Good start. Just remember that with less water volume you are likely to have more issues due to the confinement. Personally I would fill it to the brim. You will know when algae appears in that small of a tank.


----------



## Fletch (Mar 18, 2004)

*Fletch's Fishbowl Day 9*

On Day 7, after I noticed brown algae on all the leaves, I did another 100% water change (used aquarium water) and added some ramshorn snails. By Day 9, the 4 tiny ramshorns had cleaned all of the algae off most of the plants. If you look at the photo of the Anubias leaf on the right, it still is half covered with brown algae. By the time I got around to doing this post, the snails had totally polished off the algae. I love these guys. Now if I could just get them to clean my kitchen. Might have to fill the kitchen with water though. Also, they didn't die of ammonia poisoning, so I thought that was a good sign. Still nervous that I am going to get some sort of ammonia spike, or massive algae bloom, mainly because this is actually my first "dirted" tank. Herbert Axelrod's ghost is telling me that using dirt in an aquarium is insane, but all the fantastic pictures on the internet are telling me the opposite.


----------



## Fletch (Mar 18, 2004)

tenzero1 said:


> Good start. Just remember that with less water volume you are likely to have more issues due to the confinement. Personally I would fill it to the brim. You will know when algae appears in that small of a tank.
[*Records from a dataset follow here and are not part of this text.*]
package main

import (
	"bytes"
	"context"
	"fmt"
	"io"
	"strings"

	"github.com/spf13/cobra"

	"sepcost/costing"
	"sepcost/costing/prices"
	"sepcost/costing/scenario"
	"sepcost/scale"
	"sepcost/templates"
)

type demoOptions struct {
	liquid bool
	out    string
	format string
	force  bool
}

func newDemoCommand() *cobra.Command {
	opts := &demoOptions{}
	cmd := &cobra.Command{
		Use:   "demo",
		Short: "Run the built-in demo scenario with example prices",
		Long: `Runs the built-in demo scenario (an invented solid compound: chromatography
against recrystallization) with the example price table and writes a
workbook, sepcost-demo.xlsx unless -o says otherwise, then prints a summary.
With --liquid it runs a second demo, a liquid product (chromatography against
distillation). Needs no files. ` + "`sepcost init`" + ` writes the same scenario
and prices to edit.`,
		Args: usageArgs(cobra.NoArgs),
		RunE: func(cmd *cobra.Command, args []string) error {
			return runDemo(cmd.Context(), opts, cmd.OutOrStdout(), cmd.ErrOrStderr())
		},
	}
	addOutputFlags(cmd, &opts.out, &opts.format, &opts.force)
	cmd.Flags().BoolVar(&opts.liquid, "liquid", false, "run the second demo, a liquid product that can also be distilled (default -o sepcost-demo-liquid.xlsx)")
	cmd.Flags().Lookup("output").DefValue = "sepcost-demo.xlsx"
	return cmd
}

func runDemo(_ context.Context, opts *demoOptions, stdout, stderr io.Writer) error {
	data, name := templates.Scenario, "built-in demo scenario"
	if opts.liquid {
		data, name = templates.Liquid, "built-in liquid demo scenario"
	}
	out := opts.out
	if out == "" {
		// The default name takes the extension of the format asked for:
		// --format json writes sepcost-demo.json, never JSON into an .xlsx
		// name; --format text prints to the terminal only.
		f := opts.format
		if f == "" {
			f = "xlsx"
		}
		base := "sepcost-demo"
		if opts.liquid {
			base = "sepcost-demo-liquid"
		}
		out = defaultOut(base, format(strings.ToLower(f)))
	}
	format, err := formatFor(opts.format, out)
	if err != nil {
		return err
	}
	sc, err := scenario.Load(bytes.NewReader(data), name)
	if err != nil {
		return fmt.Errorf("the built-in demo scenario is broken: %w", err)
	}
	t, err := prices.Read(bytes.NewReader(templates.Prices), "built-in example prices")
	if err != nil {
		return fmt.Errorf("the built-in example prices are broken: %w", err)
	}
	r, err := buildReport(sc, t, sc.MassesKg)
	if err != nil {
		return err
	}
	buf, err := render(r, format)
	if err != nil {
		return err
	}
	if err := emit(buf, out, opts.force, stdout); err != nil {
		return err
	}
	if format != formatText && out != "" && out != "-" {
		text, err := render(r, formatText)
		if err != nil {
			return err
		}
		if _, err := stdout.Write(text.Bytes()); err != nil {
			return err
		}
		if format == formatXLSX {
			fmt.Fprintf(stderr, "\nwrote %s (open it in a spreadsheet program; every cost cell is a live formula on the Prices sheet)\n", out)
		} else {
			fmt.Fprintf(stderr, "\nwrote %s\n", out)
		}
	}
	return nil
}

// buildReport prepares the plan and runs it at the masses.
func buildReport(sc *scenario.Scenario, t *prices.Table, masses []float64) (*scale.Report, error) {
	plan, err := costing.Prepare(sc)
	if err != nil {
		return nil, err
	}
	if t, err = plan.Prices(t); err != nil {
		return nil, err
	}
	return scale.Estimate(plan, t, masses)
}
That was my plan. Push the issue, find out sooner (ie. while I was still on holidays) so I could react immediately. It's full to the brim now. Love the magnification look.


----------



## Fletch (Mar 18, 2004)

*Another shot of Day 9*

A better shot of the slightly dirty Anubias that my buddy the snail totally polished by the end of the day. Hmmmm, apparently I need to do some reading in the photography forum.


----------



## Fletch (Mar 18, 2004)

Went back to the dreaded WalMart and bought the last 2g clear bowl in the city. If there was an Aquariums Anonymous, I would have to call my sponsor


----------



## Knotyoureality (Aug 3, 2012)

Nah, "addiction" is when you go out to dinner and find yourself eyeing the oversized wineglasses wondering if they'd be too top-heavy to make a good pico tank. Or haunting the thrift stores on your day off collecting interesting vases, bowls and glasses. 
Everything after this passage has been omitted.